Cell viability assay
Cell death was quantified by the MTT reduction assay.
Cell viability was quantified by the Alamar Blue assay. Breifly, RAW264.7 macrophages were incubated with or without tested sample for 24 h. Alamar Blue reagent (10 μl) was added into the culture medium and incubated at 37 °C in a 5% CO2 incubator for 2–3 h. Fluorescence was detected with a fluorescence microplate reader (excitation/emission: 570 nm/600 nm; OPTImax tunable plate reader; Molecular Devices, Sunnyvale, CA, USA).
NO production assay
RAW264.7 macrophages were incubated for 0.5 h with tested samples, followed by incubated with or without 1 μg/ml LPS for 24 h. NO levels in the culture medium were measured by the Griess reaction as described previously [17].
Western blot analysis
Western blot was performed as described previously [16, 17]. Briefly, protein was extracted with a protease and phosphatase inhibitor cocktail containing lysis buffer. The lysates were electrophoretically fractionated through 10% SDS-polyacrylamide gel and then electrotransferred onto PVDF membranes. The membranes were incubated for 1 h at room temperature in 5% (v/v) nonfat milk in phosphate-buffered saline (PBS) with 0.1% (v/v) Tween-20). The primary antibodies were applied to the blots and incubated for 2 h at room temperature, followed by secondary antibody for 1 h at room temperature. The immunoreactive signals were detected with ECL reagents.
NF-κB reporter assay
The NF-κB reporter assay was conducted as described previously [16, 17]. Briefly, RAW-Blue cells (105 cells per 0.5 ml medium) were treated for 0.5 h with 12.5 μg/ml, 25 μg/ml, 50 μg/ml or 100 μg/ml Fraction F, followed by incubated with or without 1 μg/ml LPS for 24 h. The harvested medium (20 μl) was mixed with 200 μl QUANTI-Blue medium in 96-well plates and incubated at 37 °C for 2 h.
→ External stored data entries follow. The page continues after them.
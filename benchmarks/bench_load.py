"""Many clients at once against a live server: queueing, small-request latency, abandoned work.

Run by hand (it starts its own server on a free port, from the package on PYTHONPATH):

    PYTHONPATH=server python benchmarks/bench_load.py [--mesh 32] [--crowds 40,100]

Cases, each measured in this one run:

- ``alone``: one one-resistor solve on an idle server (the baseline of the ratios).
- ``crowd N``: N concurrent mid-size solves (a mesh of ``--mesh`` × ``--mesh`` nodes,
  about 3,000 elements) plus one one-resistor solve sent 0.3 s later. Printed: p50/p99
  of the mid-size answers that were served, how many were refused busy (503), the small
  solve's time and its ratio to ``alone``, and the server's peak RSS.
- ``abandoned``: 20 mid-size solves and 4 mid-size checks sent and dropped after 0.3 s
  (as the page drops a check on each keystroke), then a one-resistor solve: its time
  says how much the dropped work still delays the next request.

Wall-clock seconds on whatever machine runs it; compare ratios, not seconds.
"""

from __future__ import annotations

import argparse
import asyncio
import os
import socket
import statistics
import subprocess
import sys
import time
from pathlib import Path

import httpx

sys.path.insert(0, str(Path(__file__).resolve().parent))
from mesh import mesh_circuit  # noqa: E402

TINY = "frequency 50 Hz\nV1: voltage a -> 0 10 V\nR1: resistor a -> 0 5 ohm\n"


def free_port() -> int:
    with socket.socket() as s:
        s.bind(("127.0.0.1", 0))
        return s.getsockname()[1]


def peak_rss_mb(pid: int) -> float:
    for line in Path(f"/proc/{pid}/status").read_text().splitlines():
        if line.startswith("VmHWM:"):
            return int(line.split()[1]) / 1024
    return float("nan")


def start_server(port: int) -> subprocess.Popen:
    proc = subprocess.Popen([sys.executable, "-m", "phasorbench", "serve", "--port", str(port)],
                            stdout=subprocess.DEVNULL, stderr=subprocess.DEVNULL)
    deadline = time.time() + 60
    while time.time() < deadline:
        try:
            httpx.get(f"http://127.0.0.1:{port}/api/samples", timeout=1)
            return proc
        except httpx.HTTPError:
            time.sleep(0.2)
    proc.kill()
    raise SystemExit("the server did not start")


async def timed_post(client, path: str, text: str) -> tuple[float, int]:
    t0 = time.perf_counter()
    r = await client.post(path, json={"netlist": text})
    return time.perf_counter() - t0, r.status_code


def quantile(values, q):
    if not values:
        return float("nan")
    values = sorted(values)
    return values[min(len(values) - 1, int(round(q * (len(values) - 1))))]


async def crowd(base: str, n: int, mesh: str) -> dict:
    limits = httpx.Limits(max_connections=n + 10, max_keepalive_connections=0)
    async with httpx.AsyncClient(base_url=base, timeout=600, limits=limits) as client:
        big = [asyncio.create_task(timed_post(client, "/api/solve", mesh)) for _ in range(n)]
        await asyncio.sleep(0.3)
        tiny = await timed_post(client, "/api/solve", TINY)
        done = await asyncio.gather(*big)
    served = [t for t, status in done if status == 200]
    return {"p50": quantile(served, 0.5), "p99": quantile(served, 0.99),
            "served": len(served), "busy": sum(status == 503 for _, status in done),
            "tiny": tiny[0], "tiny_status": tiny[1]}


async def abandoned(base: str, mesh: str) -> float:
    limits = httpx.Limits(max_connections=40, max_keepalive_connections=0)
    async with httpx.AsyncClient(base_url=base, timeout=600, limits=limits) as client:
        dropped = [asyncio.create_task(timed_post(client, "/api/solve", mesh)) for _ in range(20)]
        dropped += [asyncio.create_task(timed_post(client, "/api/check", mesh)) for _ in range(4)]
        await asyncio.sleep(0.3)
        for task in dropped:
            task.cancel()                  # closes each connection: the client has gone
        await asyncio.gather(*dropped, return_exceptions=True)
        await asyncio.sleep(0.05)
        return (await timed_post(client, "/api/solve", TINY))[0]


def main() -> int:
    parser = argparse.ArgumentParser(description=__doc__.split("\n")[0])
    parser.add_argument("--mesh", type=int, default=32)
    parser.add_argument("--crowds", default="40,100")
    args = parser.parse_args()
    mesh = mesh_circuit(args.mesh)
    elements = sum(1 for line in mesh.splitlines() if ": " in line)
    port = free_port()
    base = f"http://127.0.0.1:{port}"
    proc = start_server(port)
    try:
        alone_mid = min(asyncio.run(timed_post(httpx.AsyncClient(base_url=base, timeout=600),
                                               "/api/solve", mesh))[0] for _ in range(2))
        alone = min(asyncio.run(timed_post(httpx.AsyncClient(base_url=base, timeout=60),
                                           "/api/solve", TINY))[0] for _ in range(5))
        print(f"mesh {args.mesh}x{args.mesh}: {elements} elements; mid-size solve alone "
              f"{alone_mid:.2f} s; one-resistor solve alone {alone * 1000:.1f} ms")
        for n in (int(x) for x in args.crowds.split(",")):
            r = asyncio.run(crowd(base, n, mesh))
            print(f"crowd {n:>3}: mid-size p50 {r['p50']:.2f} s p99 {r['p99']:.2f} s "
                  f"({r['served']} served, {r['busy']} busy 503); one-resistor "
                  f"{r['tiny']:.2f} s = {r['tiny'] / alone:.0f}x alone (status "
                  f"{r['tiny_status']}); server peak RSS {peak_rss_mb(proc.pid):.0f} MB")
        time.sleep(1)
        t = asyncio.run(abandoned(base, mesh))
        print(f"abandoned: 20 solves + 4 checks dropped after 0.3 s, then a one-resistor "
              f"solve: {t:.2f} s = {t / alone:.0f}x alone")
    finally:
        proc.terminate()
        proc.wait(10)
    return 0


if __name__ == "__main__":
    raise SystemExit(main())
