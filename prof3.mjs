import { readGrid } from './dist/src/read/detect.js';
import { DEFAULT_READ_OPTIONS } from './dist/src/read/types.js';
import { pngGrey } from './dist/test/bench/format-writers.js';
import { platePattern } from './dist/test/bench/plate.js';
import { decode } from 'fast-png';
const v = platePattern(2000, 1000);
const b8 = pngGrey(v, 1000, 2000, 8), b16 = pngGrey(v, 1000, 2000, 16);
const o = { ...DEFAULT_READ_OPTIONS, maxCells: 1e8 };
for (let k = 0; k < 8; k++) {
  let t = performance.now(); decode(b8); const a = performance.now() - t;
  t = performance.now(); readGrid(b8, 'x', o); const b = performance.now() - t;
  t = performance.now(); readGrid(b16, 'x', o); const c = performance.now() - t;
  console.log(a.toFixed(1), b.toFixed(1), c.toFixed(1));
}
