import { defineConfig } from 'vitest/config';

export default defineConfig({
  test: {
    include: ['test/**/*.test.ts'],
    setupFiles: ['test/support/boolean-engine.ts'],
    testTimeout: 60_000,
    pool: 'forks',
  },
});
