/* pixpost fuzz target — the TIFF reader (pp_tiff_read, first and last page)
 * and the signature dispatch (pp_image_read) on arbitrary bytes; the checks
 * on each read are in fuzz_image.h; then the OME-XML of the first page's
 * description (pp_stack_probe). Cost: one page count and two or three
 * decodes per input. */
#include "fuzz_image.h"
#include "pixpost/io_extra.h"
#include "pixpost/ome.h"
#include "pixpost/stack.h"

int LLVMFuzzerTestOneInput(const unsigned char *data, size_t size)
{
    if (fuzz_write(data, size) != 0)
        return 0;
    unsigned pages = 0;
    if (pp_tiff_count_pages(fuzz_path(), &pages) != PP_OK)
        pages = 0;
    pp_read_options plain = fuzz_read_options(0), luma = fuzz_read_options(1);
    fuzz_read_check(pp_tiff_read, &plain);
    fuzz_read_check((size & 1) ? pp_image_read : pp_tiff_read, &luma);
    if (pages > 1) {
        luma.page = pages - 1;
        fuzz_read_check(pp_tiff_read, &luma);
    }
    /* the first page's description through the OME-XML reader (stack.h) */
    pp_ome_meta ome;
    unsigned probed;
    if (pp_stack_probe(fuzz_path(), &probed, &ome) != PP_OK && !pp_error_message()[0])
        abort();
    return 0;
}
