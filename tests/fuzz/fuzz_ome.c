/* pixpost fuzz target — the OME-XML reader (pp_ome_parse, src/ome.c) on
 * arbitrary text (cut at the first NUL). Checks beyond "no crash": a
 * failure sets a message; an accepted text has sizes >= 1, a known
 * DimensionOrder and non-negative voxel sizes, and its last plane maps to
 * the last page. Cost: one pass over the text per input. */
#include "pixpost/pixpost.h"
#include "pixpost/ome.h"
#include <stdlib.h>
#include <string.h>

int LLVMFuzzerTestOneInput(const unsigned char *data, size_t size)
{
    char *text = malloc(size + 1);
    if (!text)
        return 0;
    memcpy(text, data, size);
    text[size] = '\0';
    pp_ome_meta m;
    pp_status st = pp_ome_parse(text, "fuzz", &m);
    free(text);
    if (st != PP_OK && !pp_error_message()[0])
        abort();
    if (st != PP_OK || !m.present)
        return 0;
    if (m.nx < 1 || m.ny < 1 || m.nz < 1 || m.nc < 1 || m.nt < 1 || m.order[0] != 'X' ||
        m.order[1] != 'Y' || !(m.voxel[0] >= 0 && m.voxel[1] >= 0 && m.voxel[2] >= 0))
        abort();
    if (pp_ome_page(&m, m.nz - 1, m.nc - 1, m.nt - 1) != m.nz * m.nc * m.nt - 1)
        abort();
    return 0;
}
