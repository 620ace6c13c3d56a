/* pixpost fuzz target — the PNG reader (pp_png_read) and the signature
 * dispatch (pp_image_read) on arbitrary bytes. Checks beyond "no crash, no
 * leak, no UB": success gives an image of the declared size within the
 * pixel limit; failure leaves *out NULL and sets a message. Frames are
 * capped at 2^20 pixels so a declared huge size must be refused before any
 * large allocation (libFuzzer's -rss_limit_mb catches it otherwise).
 * Cost: one decode per input. */
#include "fuzz_file.h"
#include "pixpost/pixpost.h"
#include <string.h>

static void read_one(int with_channel, int via_dispatch)
{
    pp_read_options opt;
    pp_read_options_defaults(&opt);
    opt.max_pixels = (size_t)1 << 20;
    opt.channel = with_channel ? PP_CHANNEL_LUMA : PP_CHANNEL_NONE;
    pp_image *img = (pp_image *)1;
    pp_read_info info;
    pp_status st = via_dispatch ? pp_image_read(fuzz_path(), &opt, &img, &info)
                                : pp_png_read(fuzz_path(), &opt, &img, &info);
    if (st == PP_OK) {
        if (!img || img->width == 0 || img->height == 0 ||
            img->width * img->height > opt.max_pixels)
            abort();
        volatile double sum = 0; /* touches every pixel (ASan checks the buffer) */
        for (size_t i = 0; i < img->width * img->height; i++)
            sum += img->data[i];
        (void)sum;
        pp_image_free(img);
    } else if (img != NULL || !pp_error_message()[0]) {
        abort();
    }
}

int LLVMFuzzerTestOneInput(const unsigned char *data, size_t size)
{
    if (fuzz_write(data, size) != 0)
        return 0;
    read_one(0, 0);
    read_one(1, size & 1);
    return 0;
}
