/* pixpost — posterior samplers.
 *
 * Plan once, run once: pp_sampler_create() validates the configuration,
 * allocates every buffer the chains need and makes the FFT plans;
 * pp_sampler_run() runs all chains (in parallel, OpenMP; one set of working
 * buffers per thread, not per chain), frees the grid-sized working memory,
 * then allocates the frame-sized estimates and diagnostic maps, so the peak
 * memory is that of sampling or of the results, not of both. The estimates
 * are then read from the handle and stay valid until pp_sampler_free().
 *
 * Estimates are streamed (nothing stores a chain of images): the posterior
 * mean (Rao-Blackwellised where the sampler has a conditional mean), the
 * pixelwise sd (law of total variance), central credible bounds at
 * cfg.level, and scalar traces per chain (lambda, delta, log-likelihood,
 * probe pixels). The same seed with the same FFT plans gives byte-identical
 * results whatever the thread count; other plans (another cfg.fft_effort,
 * other wisdom) give results equal to rounding.
 *
 * Run length. With cfg.iters_auto (the default) the run picks its own
 * length from its diagnostics, in rounds:
 *   1. burn-in of cfg.burn iterations (the samplers tune their steps here,
 *      and only here), then a first round of cfg.iters iterations;
 *   2. after each round: the diagnostics of all kept draws. The run stops
 *      when every criterion holds: R-hat <= 1.01 and bulk- and tail-ESS
 *      >= 100 per chain for every trace column (lambda, delta, loglik,
 *      kappa, psf_width, the probe pixels), and the pixel R-hat map's rule
 *      (at most 1 % of pixels above 1.01, none above 1.1);
 *   3. until a round has passed this check once, a round after which some
 *      column's R-hat is above 1.1 (the chains clearly still disagree) is
 *      thrown away as further burn-in (tuning stays frozen), and the next
 *      round is as long as the burn-in added so far;
 *   4. otherwise the next round is as long as all kept rounds together
 *      (the kept draws double), so the first half of the draws is exactly
 *      all rounds but the last: the split-R-hat maps stay exact. A round's
 *      length is fixed before it starts, the same for every chain, and is
 *      cut to what the caps leave (cfg.max_seconds, predicted from the
 *      measured seconds per iteration; cfg.max_iters). A cut last round
 *      makes the two halves unequal, which the maps allow for. The burn-in
 *      always runs in full, timed on its own; the first round is cut to
 *      what the time cap leaves but keeps at least 100 draws per chain.
 * Every chain keeps all its kept draws: estimates, maps and traces are
 * those of one run of the final length (rounds of doubling length give
 * the same bytes as one fixed run with the same seed). Stopping on the
 * diagnostics slightly biases the estimates towards runs that looked
 * converged; README "Run length" says what is done about it. Chain k
 * always runs on the working buffers of thread k % threads; with more
 * chains than threads, a chain's working state waits in a park store
 * between rounds (bytes per pixel: README "Limits"). What the run did is in
 * pp_result.length (include/pixpost/result.h).
 *
 * Volumes. A frame with depth > 1 (a z-stack, pp_image_create3) is sampled
 * on a rank-3 grid by every sampler (gibbs, mtc, pcn, gpcn, hmc; AUTO picks
 * as for a frame) with every noise model, the stationary priors (gmrf1,
 * gmrf2, matern: pp_prior_eigen_shape, increments weighted by cfg.voxel,
 * Matern alpha = nu + 3/2), the adaptive prior with gaussian noise (gibbs:
 * increments along z, y and x weighted by cfg.voxel as the stationary
 * priors', blocks of B x B pixels by round(B voxel_x / voxel_z) slices,
 * src/adaptive.h; the block field-scale move is for frames only), a fixed PSF, either boundary (pad adds the kernel's radius on every axis, its z
 * radius along z) and NaN voxels as missing data. The PSF is a volume of
 * odd extents with odd square slices no larger than the frame's (its depth
 * no larger than the volume's with periodic boundaries; any odd depth with
 * pad), or a frame-like kernel of depth 1, which blurs within each slice
 * only (no light crosses between slices). A 3-D PSF with a 2-D frame is
 * refused. The estimates, R-hat and MCSE maps are volumes
 * ({depth, height, width}, pp_result's frame and grid have rank 3); the 9
 * probe voxels sit at the quarter points of the middle slice z =
 * (depth - 1) / 2, trace columns "p_<z>_<r>_<c>". A frame (depth 1) gives
 * the same bytes as before volumes existed.
 * Not built for volumes, refused by pp_sampler_create with PP_ERR_ARG and
 * a message saying what to use instead: the adaptive prior with photon
 * counts or any sampler but gibbs (hmc's adaptive kernel is for frames;
 * the library never swaps a prior silently); sampling the PSF width
 * (psf.width_auto). The padding scale move of gibbs
 * with pad and gmrf1 (src/padscale.h) runs on volumes too, its increments
 * weighted by cfg.voxel as the prior's. The photon models' smoothing of
 * their delta move's weights (src/hyper_photon.c) is the same Gaussian, in
 * voxels, along z.
 */
#ifndef PIXPOST_SAMPLER_H
#define PIXPOST_SAMPLER_H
SEAP activity was measured at 655 nm in an ELISA microplate reader (Bio-Tek Instruments, Winooski, VT, USA).
ELISA assay
RAW264.7 macrophages (105 cells per 0.5 ml medium) were treated for 0.5 h with tested sample, followed by incubation with or without 1 μg/ml LPS for 24 h. The levels of TNF-α and IL-6 in the culture medium were measured by ELISA according to the manufacturer’s protocol. Briefly, the 96-well microplates were coated overnight with anti-TNF-α or anti-IL-6 antibody, blocked with 1% (v/v) bovine serum albumin (BSA) in PBS, and washed repeatedly. Samples or standards (100 μl) were added to the microplates, incubated at room temperature for 2 h, washed repeatedly, incubated for 2 h with biotin-conjugated detection antibody, and incubated for 30 min with 100 μl streptavidin-horseradish peroxidase (HRP) plus substrate for signal development. Then 100 μl stop solution was added to each well and the OD450 were measured in an ELISA microplate reader (Bio-Tek Instruments, Winooski, VT, USA) [16, 17].
Statistical analysis
Data were expressed as means ± standard deviation (SD) of triplicate samples. Each experiment was repeated at least three times to confirm reproducibility. Multiple groups were analyzed with one-way analysis of variance (ANOVA), followed by a post hoc Student-Newman-Keuls test. Differences among treatment means were considered statistically significant when P < 0.05.